◆ **EXERCISE PROMPT**: Give again, word for word, each line from the top of the listing through the line that holds "its own. */".

◆ **SUPPLIED DATA**:
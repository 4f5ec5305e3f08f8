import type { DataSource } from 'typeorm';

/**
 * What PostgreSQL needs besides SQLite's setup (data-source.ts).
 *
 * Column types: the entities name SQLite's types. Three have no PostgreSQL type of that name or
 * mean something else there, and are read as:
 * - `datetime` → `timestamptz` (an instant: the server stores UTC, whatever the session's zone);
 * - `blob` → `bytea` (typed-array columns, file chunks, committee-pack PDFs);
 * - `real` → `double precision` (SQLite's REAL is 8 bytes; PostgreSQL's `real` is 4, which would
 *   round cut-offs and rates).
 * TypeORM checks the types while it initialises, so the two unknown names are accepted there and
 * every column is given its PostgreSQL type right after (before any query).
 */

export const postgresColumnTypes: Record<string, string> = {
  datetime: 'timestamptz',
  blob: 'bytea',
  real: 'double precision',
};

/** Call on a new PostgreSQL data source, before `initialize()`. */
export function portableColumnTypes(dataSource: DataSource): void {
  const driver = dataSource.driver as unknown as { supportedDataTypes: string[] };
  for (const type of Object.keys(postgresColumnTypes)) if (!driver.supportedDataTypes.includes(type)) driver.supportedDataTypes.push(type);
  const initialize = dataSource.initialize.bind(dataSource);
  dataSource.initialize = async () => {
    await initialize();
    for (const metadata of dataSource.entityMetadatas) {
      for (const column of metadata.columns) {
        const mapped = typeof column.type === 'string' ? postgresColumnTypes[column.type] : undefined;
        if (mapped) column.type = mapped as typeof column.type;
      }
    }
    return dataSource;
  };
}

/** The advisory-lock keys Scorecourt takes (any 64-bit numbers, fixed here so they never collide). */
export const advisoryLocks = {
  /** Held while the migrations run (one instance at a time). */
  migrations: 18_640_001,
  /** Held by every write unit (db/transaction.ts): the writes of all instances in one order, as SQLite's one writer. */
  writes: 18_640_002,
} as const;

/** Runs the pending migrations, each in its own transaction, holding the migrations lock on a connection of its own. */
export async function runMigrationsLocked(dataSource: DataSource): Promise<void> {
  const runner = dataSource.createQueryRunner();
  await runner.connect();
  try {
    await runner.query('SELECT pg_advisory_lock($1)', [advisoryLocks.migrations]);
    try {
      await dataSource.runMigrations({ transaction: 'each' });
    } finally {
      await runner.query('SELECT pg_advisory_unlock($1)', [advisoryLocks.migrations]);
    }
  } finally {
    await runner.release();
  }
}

◆ **RESPONSE BOX**:
repository 4f5ec5305e3f08f8
import type { DataSource } from 'typeorm';

/**
 * What PostgreSQL needs besides SQLite's setup (data-source.ts).
 *
 * Column types: the entities name SQLite's types. Three have no PostgreSQL type of that name or
 * mean something else there, and are read as:
 * - `datetime` → `timestamptz` (an instant: the server stores UTC, whatever the session's zone);
 * - `blob` → `bytea` (typed-array columns, file chunks, committee-pack PDFs);
 * - `real` → `double precision` (SQLite's REAL is 8 bytes; PostgreSQL's `real` is 4, which would
 *   round cut-offs and rates).
 * TypeORM checks the types while it initialises, so the two unknown names are accepted there and
 * every column is given its PostgreSQL type right after (before any query).
 */

export const postgresColumnTypes: Record<string, string> = {
  datetime: 'timestamptz',
  blob: 'bytea',
  real: 'double precision',
};

/** Call on a new PostgreSQL data source, before `initialize()`. */
export function portableColumnTypes(dataSource: DataSource): void {
  const driver = dataSource.driver as unknown as { supportedDataTypes: string[] };
  for (const type of Object.keys(postgresColumnTypes)) if (!driver.supportedDataTypes.includes(type)) driver.supportedDataTypes.push(type);
  const initialize = dataSource.initialize.bind(dataSource);
  dataSource.initialize = async () => {
    await initialize();
    for (const metadata of dataSource.entityMetadatas) {
      for (const column of metadata.columns) {
        const mapped = typeof column.type === 'string' ? postgresColumnTypes[column.type] : undefined;
        if (mapped) column.type = mapped as typeof column.type;
      }
    }
    return dataSource;
  };
}

/** The advisory-lock keys Scorecourt takes (any 64-bit numbers, fixed here so they never collide). */
export const advisoryLocks = {
  /** Held while the migrations run (one instance at a time). */
  migrations: 18_640_001,
  /** Held by every write unit (db/transaction.ts): the writes of all instances in one order, as SQLite's one writer. */
  writes: 18_640_002,
} as const;

/** Runs the pending migrations, each in its own transaction, holding the migrations lock on a connection of its own. */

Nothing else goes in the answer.